* [What you will do] Go through the entries below and tally the lines containing the string "detailOf"; report only the tally.

------ Source data

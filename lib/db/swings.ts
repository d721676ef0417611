import 'server-only';
import type { Viewer } from '@/lib/auth/viewer';
import { db } from '@/lib/db/client';
import { compileOnce } from '@/lib/db/compiled';
import { jsonColumn, r1, r2, r3, toIsoDate } from '@/lib/db/values';
import { ForbiddenError, NotFoundError } from '@/lib/http';
import { accessFromRow } from '@/lib/auth/access';
import type { SwingDetail, SwingView } from '@/lib/contracts/swings';
import { listAnnotations } from '@/lib/swings/annotations';
import { labelsOf } from '@/lib/swings/labels';
import { correctionsView } from '@/lib/swings/viewer-data';
import type { Knex } from 'knex';
import { payloadBytesOf } from '@/lib/swings/payload';
import { eventsPhasesView, swingBodyBytes, type EventRow, type PhaseRow, type ValueRow } from '@/lib/swings/payload-view';
import type { SwingPayload } from '@/lib/swings/payload-build';

// One swing with its phase table and the values at its events, for the swing page and GET /api/swings/:id; with
// getSwingForViewer also the viewer's data (lib/swings/viewer-data.ts), labels, notes and the correction audit.
// Numbers are rounded the way `npm run analyze` prints them (lib/recordings/views.ts): times to 3 decimals,
// percentages and millimetres to 1, mm/s to whole numbers, the tempo ratio to 2, so the page and the CLI can be compared 1:1.

function jsonObject(value: unknown): Record<string, unknown> {
  return jsonColumn<Record<string, unknown>>(value) ?? {};
}

type ReaderPart = Omit<SwingView, keyof SwingPayload>;
type Row = Record<string, unknown>;

const DETAIL_COLUMNS = [
  's.id',
  's.swing_index',
  's.start_s',
  's.end_s',
  's.impact_source',
  's.tempo_ratio',
  's.hidden',
  's.stale',
  's.partial',
  's.forward_press_s',
  's.forward_press_mm',
  's.promoted',
  'r.id as recording_id',
  'r.filename',
  'r.algorithm_version',
  'r.parameters',
  'r.athlete_id',
  'p.id as session_id',
  'p.session_date',
  'p.context',
  'a.display_name',
  'a.date_of_birth',
  // for the access rule (lib/auth/access.ts accessFromRow)
  'a.academy_id',
  'a.user_id',
  'ca.athlete_id as coach_link',
];

/** The swing view's query (swingRow), its SQL text compiled once per shape (lib/db/compiled.ts). */
function swingQuery(conn: Knex, view: boolean, viewerId: number, swingId: number): Knex.QueryBuilder {
  const q = conn('swings as s')
    .join('recordings as r', 'r.id', 's.recording_id')
    .join('practice_sessions as p', 'p.id', 'r.session_id')
    .join('athletes as a', 'a.id', 'r.athlete_id')
    .leftJoin('coach_athletes as ca', (j) => j.on('ca.athlete_id', 'a.id').andOnVal('ca.coach_user_id', viewerId))
    .where('s.id', swingId)
    .whereNull('r.binned_at')
    .whereNull('p.binned_at');
  // the swing's events, values at events and phase rows as JSON arrays in the same row (one round trip, not four);
  // the view reads them from the swing's stored part instead (lib/swings/payload-build.ts), made with the same
  // formatter whenever they change
  const columns: (string | Knex.Raw)[] = [...DETAIL_COLUMNS];
  if (!view) columns.push(
    conn.raw(
      "(SELECT JSON_ARRAYAGG(JSON_OBJECT('name', e.name, 'time_s', e.time_s, 'source', e.source, 'auto_time_s', e.auto_time_s, 'misfit', e.misfit)) FROM swing_events e WHERE e.swing_id = s.id) AS events_json",
    ),
    conn.raw(
      "(SELECT JSON_ARRAYAGG(JSON_OBJECT('event', v.event, 'lead_pct', v.lead_pct, 'lead_heel_pct', v.lead_heel_pct, 'trail_heel_pct', v.trail_heel_pct, 'cop_x_mm', v.cop_x_mm, 'cop_y_mm', v.cop_y_mm)) FROM swing_event_values v WHERE v.swing_id = s.id) AS values_json",
    ),
    conn.raw(
      "(SELECT JSON_ARRAYAGG(JSON_OBJECT('phase', m.phase, 'duration_s', m.duration_s, 'cop_path_mm', m.cop_path_mm, 'peak_cop_speed_mm_s', m.peak_cop_speed_mm_s, 'mean_lead_pct', m.mean_lead_pct)) FROM swing_phase_metrics m WHERE m.swing_id = s.id) AS phases_json",
    ),
  );
  if (view) {
    q.leftJoin('swing_labels as l', 'l.swing_id', 's.id')
      .leftJoin('swing_payloads as sp', 'sp.swing_id', 's.id')
      .leftJoin('recording_payloads as rp', 'rp.recording_id', 'r.id');
    columns.push(
      'l.swing_id as label_row',
      'l.club',
      'l.strike',
      'l.flight',
      'l.tags',
      'l.rating',
      conn.raw('CAST(sp.body AS BINARY) AS swing_part'),
      'sp.format as swing_part_format',
      conn.raw('CAST(rp.body AS BINARY) AS shared_part'),
      conn.raw('(SELECT x.id FROM swings x WHERE x.recording_id = s.recording_id AND x.swing_index < s.swing_index ORDER BY x.swing_index DESC LIMIT 1) AS previous_id'),
      conn.raw('(SELECT x.id FROM swings x WHERE x.recording_id = s.recording_id AND x.swing_index > s.swing_index ORDER BY x.swing_index ASC LIMIT 1) AS next_id'),
      // whether the notes and the correction log need a query of their own (most swings have neither)
      conn.raw('EXISTS (SELECT 1 FROM swing_annotations n WHERE n.swing_id = s.id AND n.binned_at IS NULL) AS has_notes'),
      conn.raw('EXISTS (SELECT 1 FROM swing_event_corrections c WHERE c.swing_id = s.id) AS has_corrections'),
    );
  }
  return q.first(columns) as unknown as Knex.QueryBuilder;
}

const SWING_ROW = compileOnce(2, (conn, viewerId: number, swingId: number) => swingQuery(conn, false, viewerId, swingId));
const SWING_VIEW_ROW = compileOnce(2, (conn, viewerId: number, swingId: number) => swingQuery(conn, true, viewerId, swingId));

/**
 * The swing's row with what the access rule needs, in one query; with `view`, also its labels, the two stored
 * payload texts (as bytes: they go out as they are) and its neighbours in the recording. 404 (the same answer as an
 * unknown id) for a swing the viewer may not see, or of a deleted session or recording until it is restored.
 */
async function swingRow(viewer: Viewer, swingId: number, view: boolean): Promise<{ row: Row; access: 'coach' | 'student' }> {
  const row: Row | undefined = (await (view ? SWING_VIEW_ROW : SWING_ROW).rows(db, viewer.id, swingId))[0];
  const access = row ? accessFromRow(viewer, row as { academy_id: unknown; user_id: unknown; coach_link: unknown }) : null;
  if (!row || !access) throw new NotFoundError('No swing with this id.');
  return { row, access };
}

/**
 * The per-reader part of a swing's view, after the access check (swingRow): 404 for an unknown id or a swing of an
 * athlete the viewer does not see (coach: roster; student: own). A student gets only the notes shared with them and
 * no correction audit. With it the stored payload bytes every reader shares (lib/swings/payload.ts); the list of
 * the athlete's other swings for the overlay is its own request (GET /api/swings/:id/overlay-options).
 */
async function swingViewParts(viewer: Viewer, swingId: number): Promise<{ reader: ReaderPart; payload: { shared: Buffer; swing: Buffer } }> {
  const { row, access } = await swingRow(viewer, swingId, true);
  const isCoach = access === 'coach';
  const detail = baseOf(row);
  const [payload, annotations, corrections] = await Promise.all([
    payloadBytesOf(swingId, Number(row.recording_id), row.shared_part as Buffer | null, row.swing_part as Buffer | null, row.swing_part_format === null ? null : Number(row.swing_part_format)),
    Number(row.has_notes) ? listAnnotations(swingId, !isCoach) : Promise.resolve([]),
    isCoach && Number(row.has_corrections) ? correctionsView(swingId) : Promise.resolve([]),
  ]);
  const siblings = { previousId: row.previous_id === null ? null : Number(row.previous_id), nextId: row.next_id === null ? null : Number(row.next_id) };
  const labels = labelsOf(row.label_row === null ? undefined : row, detail.hidden);
  const reader: ReaderPart = { ...detail, siblings, labels, annotations, corrections, canEdit: isCoach };
  return { reader, payload };
}

/** The GET /api/swings/:id body as JSON bytes: the reader's part with the stored payload bytes spliced in as they are. */
export async function swingViewBytes(viewer: Viewer, swingId: number): Promise<Buffer> {
  const { reader, payload } = await swingViewParts(viewer, swingId);
  return swingBodyBytes(JSON.stringify(reader), payload.shared, payload.swing);
}

/** The same as text (tests and server-side callers). */
export async function swingViewText(viewer: Viewer, swingId: number): Promise<string> {
  return (await swingViewBytes(viewer, swingId)).toString('utf8');
}

/** The swing's view as an object (server components; the same parts as the route). */
export async function getSwingForViewer(viewer: Viewer, swingId: number): Promise<SwingView> {
  const { reader, payload } = await swingViewParts(viewer, swingId);
  return { ...reader, ...(JSON.parse(payload.shared.toString('utf8')) as Partial<SwingPayload>), ...(JSON.parse(payload.swing.toString('utf8')) as Partial<SwingPayload>) } as SwingView;
}

/** The numbers only (what the swing page's tables show). */
export async function getSwingDetail(viewer: Viewer, swingId: number): Promise<{ detail: SwingDetail; access: 'coach' | 'student' }> {
  const { row, access } = await swingRow(viewer, swingId, false);
  return { detail: detailOf(row), access };
}

/** The rows of a JSON_ARRAYAGG column (null when the subquery found none). */
function jsonRows<T>(value: unknown): T[] {
  return jsonColumn<T[]>(value) ?? [];
}

/** The swing's own numbers and where it belongs, without its events and phases (the view has those stored). */
function baseOf(row: Row): Omit<SwingDetail, 'events' | 'phases'> {
  return {
    id: Number(row.id),
    index: Number(row.swing_index),
    startS: r3(row.start_s) ?? 0,
    endS: r3(row.end_s) ?? 0,
    impactSource: row.impact_source as SwingDetail['impactSource'],
    tempoRatio: r2(row.tempo_ratio),
    hidden: Boolean(row.hidden),
    stale: Boolean(row.stale),
    partial: Boolean(row.partial),
    forwardPress: row.forward_press_s === null ? null : { timeS: r3(row.forward_press_s) ?? 0, sizeMm: r1(row.forward_press_mm) ?? 0 },
    promoted: (row.promoted as SwingDetail['promoted']) ?? null,
    recording: {
      id: Number(row.recording_id),
      filename: row.filename as string,
      algorithmVersion: (row.algorithm_version as string | null) ?? null,
      parameters: jsonObject(row.parameters),
    },
    session: { id: Number(row.session_id), sessionDate: toIsoDate(row.session_date) ?? '', context: row.context as SwingDetail['session']['context'] },
    athlete: { id: Number(row.athlete_id), displayName: row.display_name as string, dateOfBirth: toIsoDate(row.date_of_birth) },
  };
}

function detailOf(row: Row): SwingDetail {
  return { ...baseOf(row), ...eventsPhasesView(jsonRows<EventRow>(row.events_json), jsonRows<ValueRow>(row.values_json), jsonRows<PhaseRow>(row.phases_json)) };
}

/** The GET /api/swings/:id `swing` body for server components (the same function the route uses). */
export const getSwingViewForViewer = getSwingForViewer;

------------

* [Completed task] 2